Think about it, MB, this really wasn’t that complex before the consultants got hold of it. The complexity doesn’t get sticky until the subsidies enter the picture, and most of the people who need the subsidies are unlikely to be geeks or have powerful equipment. No one considered the users as they should have from the beginning.

You were fortunate to be able to review the process as it was being created and change consultants on the fly, which is very difficult with Federal contractors. You were designing for the ‘dimmest bulb’ among the users, while these people were creating a ‘web experience’. They should have been looking at the process used to buy something on the ‘Net – a very plain and obvious form to fill in that doesn’t go forward until all of the information has been entered and verified. That’s what the site should have looked like – a standard form.

Regardless, these things take time and testing, which those currently screaming don’t seem to want to understand. It should have been tested for at least three months before going live, but they ran out of time. Bad planning.

3 hipparchia { 10.28.13 at 7:55 pm }

It should have been tested for at least three months before going live,

wellll……

since you can’t even start using your new obamacare insurance until january 1 2013, and since you have until march 31 2013 to sign up penalty-free, one could make the argument that THIS IS the testing phase.

4 Badtux { 10.28.13 at 9:48 pm }

It’s always bad form, though, Hipparchia, to use your paying customers as your beta testers :twisted:.

My take on it: It’s clear from the fact that *some* people are getting enrolled in the thing that it *can* be fixed. Sort of my rule of thumb as a project manager — if it works for some people, we can eventually wring it out so that it works for everybody. In its current state I’d consider it late alpha, it’ll probably be ready for beta by the end of November, and completely ready for production by the end of March. Just seat of pants, but experienced pants :).

The problem is that all of this alpha and beta testing should have started *last* March, instead of waiting until two weeks before it was supposed to go into production to even *start* integration testing. But (shrug). So it goes. What’s done is done, now it’s time to just make the thing work.

5 Bryan { 10.28.13 at 10:05 pm }

Yeah, it looks distinctively like a version .90 product. I get the feeling that the people who are successful probably have exactly the same information at all three government sites with no variations, and they typed it in properly. Normally it is the exception handling that fails.

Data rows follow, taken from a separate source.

namespace FilmOptics.Tests.PhotonTracing;

/// <summary>Compares estimates within their combined standard errors.</summary>
internal static class Agreement
{
    public const double AllowedErrors = 4;

    public static void AssertWithin(double expected, double expectedError, double found, double foundError, string what, double allowedErrors = AllowedErrors)
    {
        double error = Math.Sqrt((expectedError * expectedError) + (foundError * foundError));
        Assert.True(
            Math.Abs(found - expected) <= allowedErrors * error,
            $"{what}: {found:g8} ± {foundError:g2} against {expected:g8} ± {expectedError:g2}, {(found - expected) / error:+0.0;-0.0} combined standard errors.");
    }

    /// <summary>χ² of bins against the mean and spread that χ² has, at a false alarm in 30 000.</summary>
    public static void AssertChiSquared(double chiSquared, int bins, string what)
    {
        // Wilson and Hilferty 1931: the cube root of χ²/n is close to normal, mean 1 − 2/9n, variance 2/9n.
        double spread = 2.0 / (9 * bins);
        double deviations = (Math.Cbrt(chiSquared / bins) - (1 - spread)) / Math.Sqrt(spread);
        Assert.True(
            Math.Abs(deviations) <= AllowedErrors,
            $"{what}: χ² {chiSquared:g5} over {bins} bins is {deviations:+0.0;-0.0} standard deviations from what chance gives.");
    }
}
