"""Claims: velocity, candidates, mixture, origins, roll call."""
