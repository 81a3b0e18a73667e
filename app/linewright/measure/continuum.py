"""Pseudo-continuum: straight lines between the levels of wide blocks of samples.

Each block, divided by the present continuum, gives one level (see ``level``): pure noise
an unbiased one, crowded absorption its upper edge, and emission lines lift nothing.
"""

from __future__ import annotations

import numpy as np

from .level import SAMPLES, block_levels

def block_edges(wave, good, size: float, least: int = 60) -> list[slice]:
    """Index slices of about ``size`` Angstrom holding at least ``least`` usable samples."""
    count = max(1, int(round((wave[-1] - wave[0]) / size)))
    edges = np.searchsorted(wave, np.linspace(wave[0], wave[-1], count + 1))
    edges[-1] = len(wave)
    blocks = []
    start = 0
    for stop in edges[1:]:
        if good[start:stop].sum() >= least or stop == edges[-1]:
            if stop > start and good[start:stop].any():
                blocks.append(slice(int(start), int(stop)))
            start = stop
    return blocks


def fit_continuum(wave, flux, good, sigma, size: float, length: float = 1.0, rounds: int = 2):
    """Nodes (wave, flux, relative error) of the pseudo-continuum of one segment.

    wave, flux: shape (n,); sigma: noise in flux units, shape (n,); size: Angstrom between
    nodes, much wider than a line, narrower than the run of the continuum; length: samples
    per independent noise value.
    """
    blocks = [np.arange(b.start, b.stop)[good[b]] for b in block_edges(wave, good, size)]
    centre = np.array([wave[b].mean() for b in blocks])
    floor = np.array([np.median(sigma[b]) for b in blocks])
    level = _smooth(np.array([np.quantile(flux[b], 0.7) for b in blocks]))
    weight = np.array([len(b) / length / SAMPLES for b in blocks])
    probs = (np.arange(SAMPLES) + 0.5) / SAMPLES
    for _ in range(rounds):
        level = np.maximum(level, floor)
        run = np.interp(wave, centre, level)
        samples = np.array([np.quantile(flux[b] / run[b], probs) for b in blocks])
        noise = np.array([np.median(sigma[b] / run[b]) for b in blocks])
        ratio, error = block_levels(samples, noise, weight)
        level = bridge_dips(centre, np.maximum(level * ratio, floor))
    return centre, level, error


def _smooth(values: np.ndarray) -> np.ndarray:
    """Running median of three."""
    if len(values) < 3:
        return values.copy()
    padded = np.r_[values[0], values, values[-1]]
    return np.median(np.stack([padded[:-2], padded[1:-1], padded[2:]]), axis=0)


def bridge_dips(centre: np.ndarray, level: np.ndarray) -> np.ndarray:
    """Nodes that stand apart from the line through their neighbours are drawn to it.

    A broad line (H alpha wings, a band) wider than a block lowers one node or two; the
    continuum does not follow it. Apart means more than four robust sigmas (and 0.3 %).
    """
    if len(level) < 5:
        return level
    out = level.copy()
    for reach in (1, 2):
        left, right = out[: -2 * reach], out[2 * reach :]
        share = (centre[reach:-reach] - centre[: -2 * reach]) / (
            centre[2 * reach :] - centre[: -2 * reach]
        )
        middle = left + share * (right - left)
        apart = out[reach:-reach] / np.maximum(middle, 1e-300) - 1.0
        scatter = max(1.4826 * float(np.median(np.abs(apart))), 7.5e-4)
        bad = np.abs(apart) > 4.0 * scatter
        # only the worst of neighbours: a bad node spoils its neighbours' comparison
        worst = np.abs(apart) >= np.maximum(
            np.r_[0.0, np.abs(apart[:-1])], np.r_[np.abs(apart[1:]), 0.0]
        )
        change = bad & worst
        out[reach:-reach][change] = middle[change]
    return out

Fallenmonk also mentioned that he got on with IE, but could with Firefox, so that may be part of it.

Yes, this is the beginning of the testing cycle, and three months is the minimum for a reasonable version 1.0, but I would want six.

6 hipparchia { 10.28.13 at 11:55 pm }

It’s always bad form, though, Hipparchia, to use your paying customers as your beta testers .

“paying customers” can afford to either go elsewhere or to not buy at all, which is not a true condition for most of the obamacare population.

7 hipparchia { 10.28.13 at 11:56 pm }

Fallenmonk also mentioned that he got on with IE

i’ve noticed over the years that a great many “web interfaces to taking your money” use only ie.

8 Bryan { 10.29.13 at 12:16 am }

The problem with IE only is that you eliminate the Mac and linux users, which is not a good thing, and the site won’t be ADA compliant for people using screen reading browsers which is kind of bad practice for government web sites.

‘Too much icing and not enough cake’ seems to be appropriate at this point.

It’s a good thing they don’t allow comments 🙂

9 Badtux { 10.30.13 at 12:28 am }

Hipparchia, we are all taxpayers (I hope!), so we are all paying customers of healthcare.gov whether we need to actually use it or not (I don’t, since my employer pays my insurance).

10 hipparchia { 10.30.13 at 10:57 pm }

we are all paying customers of healthcare.gov whether we need to actually use it or not

people who might want to buy insurance through the exchanges, but could go elsewhere if they wanted to, are paying customers. people who HAVE to get their insurance through the exchanges, or go without health care, are in a “your money or your life” situation. we used to call those people “victims of highway robbery” not “paying customers.”